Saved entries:
-- Opening Marker --

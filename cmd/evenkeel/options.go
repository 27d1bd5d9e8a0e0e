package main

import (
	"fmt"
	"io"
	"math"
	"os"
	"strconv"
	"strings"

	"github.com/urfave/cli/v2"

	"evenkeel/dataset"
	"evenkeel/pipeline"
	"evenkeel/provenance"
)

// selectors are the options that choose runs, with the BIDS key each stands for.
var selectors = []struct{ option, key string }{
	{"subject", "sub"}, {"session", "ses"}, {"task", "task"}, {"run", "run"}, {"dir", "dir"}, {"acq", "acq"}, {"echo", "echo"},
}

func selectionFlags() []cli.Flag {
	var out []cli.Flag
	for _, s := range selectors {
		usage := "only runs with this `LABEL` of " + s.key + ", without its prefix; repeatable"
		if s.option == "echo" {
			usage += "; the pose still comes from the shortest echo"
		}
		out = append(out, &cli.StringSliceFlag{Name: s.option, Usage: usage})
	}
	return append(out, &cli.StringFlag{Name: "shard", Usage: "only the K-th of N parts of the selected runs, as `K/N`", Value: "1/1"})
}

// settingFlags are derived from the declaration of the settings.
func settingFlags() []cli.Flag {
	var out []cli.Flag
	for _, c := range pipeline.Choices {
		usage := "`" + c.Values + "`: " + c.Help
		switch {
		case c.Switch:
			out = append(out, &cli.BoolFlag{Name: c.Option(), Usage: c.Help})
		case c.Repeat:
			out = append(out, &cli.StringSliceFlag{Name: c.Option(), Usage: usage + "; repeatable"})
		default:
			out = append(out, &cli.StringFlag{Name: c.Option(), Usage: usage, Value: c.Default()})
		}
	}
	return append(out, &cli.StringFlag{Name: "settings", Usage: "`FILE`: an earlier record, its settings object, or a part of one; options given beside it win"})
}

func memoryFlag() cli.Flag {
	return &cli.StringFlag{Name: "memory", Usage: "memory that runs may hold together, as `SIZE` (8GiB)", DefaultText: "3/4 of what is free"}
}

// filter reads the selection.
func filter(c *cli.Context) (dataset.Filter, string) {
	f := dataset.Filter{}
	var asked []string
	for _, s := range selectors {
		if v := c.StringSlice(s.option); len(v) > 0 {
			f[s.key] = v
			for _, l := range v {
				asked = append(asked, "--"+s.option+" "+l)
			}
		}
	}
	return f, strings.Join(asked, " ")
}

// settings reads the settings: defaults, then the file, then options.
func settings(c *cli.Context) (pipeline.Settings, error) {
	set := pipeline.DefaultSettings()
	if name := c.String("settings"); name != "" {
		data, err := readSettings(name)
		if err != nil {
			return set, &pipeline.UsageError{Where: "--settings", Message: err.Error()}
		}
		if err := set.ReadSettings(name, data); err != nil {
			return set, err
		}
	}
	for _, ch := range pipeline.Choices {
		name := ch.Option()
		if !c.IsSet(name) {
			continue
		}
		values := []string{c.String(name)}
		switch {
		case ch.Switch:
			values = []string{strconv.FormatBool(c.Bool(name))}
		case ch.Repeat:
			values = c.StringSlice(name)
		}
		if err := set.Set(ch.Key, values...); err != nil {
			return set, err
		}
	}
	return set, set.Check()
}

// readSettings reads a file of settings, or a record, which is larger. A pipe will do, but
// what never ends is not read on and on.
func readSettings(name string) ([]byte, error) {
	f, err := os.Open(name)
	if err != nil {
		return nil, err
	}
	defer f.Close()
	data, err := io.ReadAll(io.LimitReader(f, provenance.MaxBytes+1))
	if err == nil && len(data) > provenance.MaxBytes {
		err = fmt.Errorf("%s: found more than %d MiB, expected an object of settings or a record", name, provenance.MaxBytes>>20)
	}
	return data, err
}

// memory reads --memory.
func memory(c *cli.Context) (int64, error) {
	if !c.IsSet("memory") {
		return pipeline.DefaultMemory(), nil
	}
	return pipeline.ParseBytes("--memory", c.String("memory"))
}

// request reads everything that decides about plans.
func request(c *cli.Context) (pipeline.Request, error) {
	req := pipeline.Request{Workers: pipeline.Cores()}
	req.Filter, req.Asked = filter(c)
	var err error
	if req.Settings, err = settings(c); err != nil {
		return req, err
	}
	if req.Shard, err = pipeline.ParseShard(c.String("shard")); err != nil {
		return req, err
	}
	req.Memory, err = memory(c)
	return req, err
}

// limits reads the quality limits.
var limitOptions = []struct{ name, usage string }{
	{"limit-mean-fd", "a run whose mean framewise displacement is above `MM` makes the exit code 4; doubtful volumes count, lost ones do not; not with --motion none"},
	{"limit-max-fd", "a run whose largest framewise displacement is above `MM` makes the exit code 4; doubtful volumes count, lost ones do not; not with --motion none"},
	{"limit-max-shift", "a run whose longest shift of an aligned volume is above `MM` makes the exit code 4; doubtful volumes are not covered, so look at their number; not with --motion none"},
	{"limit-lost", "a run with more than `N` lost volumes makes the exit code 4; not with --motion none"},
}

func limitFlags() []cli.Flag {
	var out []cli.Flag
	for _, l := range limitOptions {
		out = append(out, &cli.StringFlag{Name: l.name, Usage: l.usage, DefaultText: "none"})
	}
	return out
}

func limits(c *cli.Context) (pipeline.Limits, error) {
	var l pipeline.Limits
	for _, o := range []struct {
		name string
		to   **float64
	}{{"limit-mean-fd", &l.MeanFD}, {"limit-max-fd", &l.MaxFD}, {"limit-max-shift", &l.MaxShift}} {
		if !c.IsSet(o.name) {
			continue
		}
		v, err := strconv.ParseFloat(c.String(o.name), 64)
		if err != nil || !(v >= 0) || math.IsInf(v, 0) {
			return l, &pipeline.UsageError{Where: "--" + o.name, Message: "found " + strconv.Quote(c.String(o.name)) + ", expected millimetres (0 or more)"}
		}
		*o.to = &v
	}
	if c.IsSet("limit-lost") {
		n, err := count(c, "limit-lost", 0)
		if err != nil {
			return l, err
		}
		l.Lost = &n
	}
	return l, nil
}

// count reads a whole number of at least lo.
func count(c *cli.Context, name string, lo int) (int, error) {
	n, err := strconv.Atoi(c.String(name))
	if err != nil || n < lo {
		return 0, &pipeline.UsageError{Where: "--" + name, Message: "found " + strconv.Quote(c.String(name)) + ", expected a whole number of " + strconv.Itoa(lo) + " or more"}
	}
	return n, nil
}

-- Closing Marker --
-- Opening Marker --

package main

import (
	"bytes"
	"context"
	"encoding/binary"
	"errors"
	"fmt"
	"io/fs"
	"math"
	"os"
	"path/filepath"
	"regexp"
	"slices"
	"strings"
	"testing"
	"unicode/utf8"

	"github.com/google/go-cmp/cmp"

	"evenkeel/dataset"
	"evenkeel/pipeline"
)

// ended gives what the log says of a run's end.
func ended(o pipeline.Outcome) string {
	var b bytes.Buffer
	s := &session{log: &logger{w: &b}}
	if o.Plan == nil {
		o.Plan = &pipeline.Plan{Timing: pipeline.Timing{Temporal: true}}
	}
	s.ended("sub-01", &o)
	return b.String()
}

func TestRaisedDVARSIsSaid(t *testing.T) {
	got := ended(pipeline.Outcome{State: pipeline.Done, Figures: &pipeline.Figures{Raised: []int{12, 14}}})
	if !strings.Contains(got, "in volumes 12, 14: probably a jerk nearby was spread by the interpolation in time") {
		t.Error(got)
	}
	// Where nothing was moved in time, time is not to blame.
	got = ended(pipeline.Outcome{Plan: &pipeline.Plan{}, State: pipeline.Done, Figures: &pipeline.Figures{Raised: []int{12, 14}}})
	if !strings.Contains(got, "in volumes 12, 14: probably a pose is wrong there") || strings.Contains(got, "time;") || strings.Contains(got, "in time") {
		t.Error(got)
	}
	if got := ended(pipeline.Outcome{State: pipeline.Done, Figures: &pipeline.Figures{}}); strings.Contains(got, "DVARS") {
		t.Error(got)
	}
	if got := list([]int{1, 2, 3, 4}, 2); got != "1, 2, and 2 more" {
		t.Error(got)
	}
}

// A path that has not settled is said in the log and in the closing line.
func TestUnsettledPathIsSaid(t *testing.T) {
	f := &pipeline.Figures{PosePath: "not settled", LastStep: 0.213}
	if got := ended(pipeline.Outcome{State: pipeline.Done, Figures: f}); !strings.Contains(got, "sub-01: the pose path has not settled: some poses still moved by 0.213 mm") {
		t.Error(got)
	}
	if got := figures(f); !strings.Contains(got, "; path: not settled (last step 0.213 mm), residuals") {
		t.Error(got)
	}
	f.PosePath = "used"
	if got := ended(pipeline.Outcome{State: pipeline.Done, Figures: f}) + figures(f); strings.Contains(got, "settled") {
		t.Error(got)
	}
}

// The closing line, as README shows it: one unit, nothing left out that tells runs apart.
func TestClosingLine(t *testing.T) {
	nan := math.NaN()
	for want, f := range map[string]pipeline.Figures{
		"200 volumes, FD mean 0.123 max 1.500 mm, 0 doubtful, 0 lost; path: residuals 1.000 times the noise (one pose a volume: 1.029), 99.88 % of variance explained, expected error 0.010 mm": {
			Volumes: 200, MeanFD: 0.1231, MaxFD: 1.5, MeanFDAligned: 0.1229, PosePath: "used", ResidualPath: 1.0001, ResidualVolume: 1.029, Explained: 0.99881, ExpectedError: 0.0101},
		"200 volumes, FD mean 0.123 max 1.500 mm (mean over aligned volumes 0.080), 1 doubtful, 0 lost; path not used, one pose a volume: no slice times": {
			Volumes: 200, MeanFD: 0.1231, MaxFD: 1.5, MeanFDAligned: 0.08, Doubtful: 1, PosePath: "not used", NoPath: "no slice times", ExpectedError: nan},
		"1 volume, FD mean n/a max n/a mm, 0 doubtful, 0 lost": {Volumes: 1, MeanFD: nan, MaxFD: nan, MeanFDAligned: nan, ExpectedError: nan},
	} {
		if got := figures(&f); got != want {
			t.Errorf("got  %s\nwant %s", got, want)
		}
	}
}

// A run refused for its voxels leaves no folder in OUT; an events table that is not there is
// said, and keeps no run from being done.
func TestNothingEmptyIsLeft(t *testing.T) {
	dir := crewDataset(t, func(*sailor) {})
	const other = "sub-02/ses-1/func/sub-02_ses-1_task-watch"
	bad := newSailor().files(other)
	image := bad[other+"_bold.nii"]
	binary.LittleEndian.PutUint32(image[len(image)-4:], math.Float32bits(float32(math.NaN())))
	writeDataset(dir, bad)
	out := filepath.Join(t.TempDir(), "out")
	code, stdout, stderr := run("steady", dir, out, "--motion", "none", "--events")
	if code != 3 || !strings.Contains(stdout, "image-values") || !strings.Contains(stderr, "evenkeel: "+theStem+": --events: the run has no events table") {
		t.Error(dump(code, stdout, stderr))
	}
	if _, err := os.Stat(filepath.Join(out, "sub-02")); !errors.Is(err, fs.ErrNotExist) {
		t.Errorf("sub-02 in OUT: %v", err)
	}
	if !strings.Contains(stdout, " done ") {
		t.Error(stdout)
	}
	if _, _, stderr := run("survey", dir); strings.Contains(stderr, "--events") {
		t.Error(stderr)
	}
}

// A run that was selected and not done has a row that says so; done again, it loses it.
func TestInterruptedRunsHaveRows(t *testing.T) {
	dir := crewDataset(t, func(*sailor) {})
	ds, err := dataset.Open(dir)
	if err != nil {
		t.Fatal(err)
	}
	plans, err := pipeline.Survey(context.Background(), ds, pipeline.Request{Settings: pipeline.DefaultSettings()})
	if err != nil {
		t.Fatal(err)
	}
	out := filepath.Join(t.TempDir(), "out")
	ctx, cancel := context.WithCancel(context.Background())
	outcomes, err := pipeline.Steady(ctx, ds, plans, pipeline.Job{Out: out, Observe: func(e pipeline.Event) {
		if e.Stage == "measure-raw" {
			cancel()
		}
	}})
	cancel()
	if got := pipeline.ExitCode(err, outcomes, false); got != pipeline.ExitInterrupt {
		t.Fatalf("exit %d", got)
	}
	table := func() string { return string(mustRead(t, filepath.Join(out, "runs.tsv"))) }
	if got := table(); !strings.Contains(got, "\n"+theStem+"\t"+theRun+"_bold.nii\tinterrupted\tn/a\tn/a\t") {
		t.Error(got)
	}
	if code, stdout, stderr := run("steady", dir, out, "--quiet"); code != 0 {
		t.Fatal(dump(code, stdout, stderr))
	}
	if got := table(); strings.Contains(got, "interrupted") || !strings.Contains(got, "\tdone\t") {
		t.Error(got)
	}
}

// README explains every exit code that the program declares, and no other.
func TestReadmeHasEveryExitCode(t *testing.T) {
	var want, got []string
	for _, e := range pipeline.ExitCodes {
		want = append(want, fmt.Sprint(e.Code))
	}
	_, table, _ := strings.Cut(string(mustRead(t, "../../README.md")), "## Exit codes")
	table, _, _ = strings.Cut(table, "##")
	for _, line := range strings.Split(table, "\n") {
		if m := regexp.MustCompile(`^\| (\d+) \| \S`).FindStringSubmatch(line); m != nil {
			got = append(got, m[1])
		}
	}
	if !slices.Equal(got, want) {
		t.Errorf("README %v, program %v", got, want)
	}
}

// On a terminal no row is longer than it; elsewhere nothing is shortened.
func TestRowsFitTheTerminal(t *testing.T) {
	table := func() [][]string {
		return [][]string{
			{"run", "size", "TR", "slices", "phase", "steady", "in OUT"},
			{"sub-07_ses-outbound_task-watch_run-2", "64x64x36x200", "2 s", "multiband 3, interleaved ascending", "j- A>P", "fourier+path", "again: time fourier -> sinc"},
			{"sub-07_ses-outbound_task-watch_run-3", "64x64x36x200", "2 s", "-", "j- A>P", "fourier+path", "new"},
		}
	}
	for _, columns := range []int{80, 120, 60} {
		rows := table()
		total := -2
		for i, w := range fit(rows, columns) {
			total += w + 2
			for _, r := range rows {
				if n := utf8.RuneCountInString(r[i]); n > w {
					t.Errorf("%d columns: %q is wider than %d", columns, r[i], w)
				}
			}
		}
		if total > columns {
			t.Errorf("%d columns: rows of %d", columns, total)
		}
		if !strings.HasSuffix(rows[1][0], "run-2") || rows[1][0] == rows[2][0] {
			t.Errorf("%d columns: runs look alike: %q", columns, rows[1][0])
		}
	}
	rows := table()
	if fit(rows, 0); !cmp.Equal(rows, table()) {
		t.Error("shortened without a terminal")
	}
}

-- Closing Marker --
-- Opening Marker --

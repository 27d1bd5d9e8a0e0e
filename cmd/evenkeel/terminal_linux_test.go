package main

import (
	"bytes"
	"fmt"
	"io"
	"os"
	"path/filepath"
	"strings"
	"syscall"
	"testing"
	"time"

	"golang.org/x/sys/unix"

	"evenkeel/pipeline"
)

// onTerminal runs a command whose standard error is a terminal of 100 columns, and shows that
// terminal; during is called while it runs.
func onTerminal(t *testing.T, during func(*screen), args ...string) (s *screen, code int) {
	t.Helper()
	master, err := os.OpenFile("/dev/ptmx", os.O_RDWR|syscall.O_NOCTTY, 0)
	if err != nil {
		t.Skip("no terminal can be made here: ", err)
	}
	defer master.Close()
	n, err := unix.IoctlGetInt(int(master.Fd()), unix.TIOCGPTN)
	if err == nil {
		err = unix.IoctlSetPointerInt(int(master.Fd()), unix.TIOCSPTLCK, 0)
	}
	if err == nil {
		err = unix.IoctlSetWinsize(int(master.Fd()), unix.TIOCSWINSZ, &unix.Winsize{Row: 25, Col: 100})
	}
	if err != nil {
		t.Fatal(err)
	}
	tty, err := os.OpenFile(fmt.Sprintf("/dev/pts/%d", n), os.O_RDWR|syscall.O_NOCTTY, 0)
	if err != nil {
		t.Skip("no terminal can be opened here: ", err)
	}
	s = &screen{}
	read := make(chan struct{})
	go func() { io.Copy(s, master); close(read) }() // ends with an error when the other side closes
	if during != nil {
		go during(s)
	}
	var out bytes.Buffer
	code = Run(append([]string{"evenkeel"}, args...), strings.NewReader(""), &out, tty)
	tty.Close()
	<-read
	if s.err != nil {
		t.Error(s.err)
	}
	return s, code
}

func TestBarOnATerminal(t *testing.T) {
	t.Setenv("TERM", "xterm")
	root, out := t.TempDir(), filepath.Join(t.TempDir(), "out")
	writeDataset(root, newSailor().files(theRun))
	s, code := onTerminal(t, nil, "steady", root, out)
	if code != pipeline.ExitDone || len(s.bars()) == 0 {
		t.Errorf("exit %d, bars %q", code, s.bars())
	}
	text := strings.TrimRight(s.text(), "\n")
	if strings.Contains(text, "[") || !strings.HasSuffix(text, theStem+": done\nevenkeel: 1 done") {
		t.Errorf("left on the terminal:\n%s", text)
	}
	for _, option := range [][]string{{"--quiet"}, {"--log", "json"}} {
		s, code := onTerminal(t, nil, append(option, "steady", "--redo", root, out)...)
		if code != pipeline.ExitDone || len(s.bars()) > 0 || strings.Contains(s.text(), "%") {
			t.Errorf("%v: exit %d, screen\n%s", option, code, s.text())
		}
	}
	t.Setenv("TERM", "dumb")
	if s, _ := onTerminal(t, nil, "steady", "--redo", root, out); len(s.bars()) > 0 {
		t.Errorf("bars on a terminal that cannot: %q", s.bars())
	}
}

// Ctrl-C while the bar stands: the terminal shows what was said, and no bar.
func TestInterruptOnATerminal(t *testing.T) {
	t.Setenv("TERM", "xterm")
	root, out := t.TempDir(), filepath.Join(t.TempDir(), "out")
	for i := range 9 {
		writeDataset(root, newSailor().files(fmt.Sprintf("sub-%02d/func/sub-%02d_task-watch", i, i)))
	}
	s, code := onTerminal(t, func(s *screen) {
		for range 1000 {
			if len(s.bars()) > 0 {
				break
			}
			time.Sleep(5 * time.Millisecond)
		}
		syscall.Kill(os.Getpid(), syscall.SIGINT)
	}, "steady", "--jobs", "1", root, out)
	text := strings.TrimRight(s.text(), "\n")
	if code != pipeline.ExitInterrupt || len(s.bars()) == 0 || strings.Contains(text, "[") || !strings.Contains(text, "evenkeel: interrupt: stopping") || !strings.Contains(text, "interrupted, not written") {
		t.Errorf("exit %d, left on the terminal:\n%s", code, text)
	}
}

-- Closing Marker --

[Instructions for the task] Could you write out, exactly as they stand, only the lines above that begin at the line with "run with more" and stop after the line with "if err != nil || n"?

[Solution to the problem]
	{"limit-lost", "a run with more than `N` lost volumes makes the exit code 4; not with --motion none"},
}

func limitFlags() []cli.Flag {
	var out []cli.Flag
	for _, l := range limitOptions {
		out = append(out, &cli.StringFlag{Name: l.name, Usage: l.usage, DefaultText: "none"})
	}
	return out
}

func limits(c *cli.Context) (pipeline.Limits, error) {
	var l pipeline.Limits
	for _, o := range []struct {
		name string
		to   **float64
	}{{"limit-mean-fd", &l.MeanFD}, {"limit-max-fd", &l.MaxFD}, {"limit-max-shift", &l.MaxShift}} {
		if !c.IsSet(o.name) {
			continue
		}
		v, err := strconv.ParseFloat(c.String(o.name), 64)
		if err != nil || !(v >= 0) || math.IsInf(v, 0) {
			return l, &pipeline.UsageError{Where: "--" + o.name, Message: "found " + strconv.Quote(c.String(o.name)) + ", expected millimetres (0 or more)"}
		}
		*o.to = &v
	}
	if c.IsSet("limit-lost") {
		n, err := count(c, "limit-lost", 0)
		if err != nil {
			return l, err
		}
		l.Lost = &n
	}
	return l, nil
}

// count reads a whole number of at least lo.
func count(c *cli.Context, name string, lo int) (int, error) {
	n, err := strconv.Atoi(c.String(name))
	if err != nil || n < lo {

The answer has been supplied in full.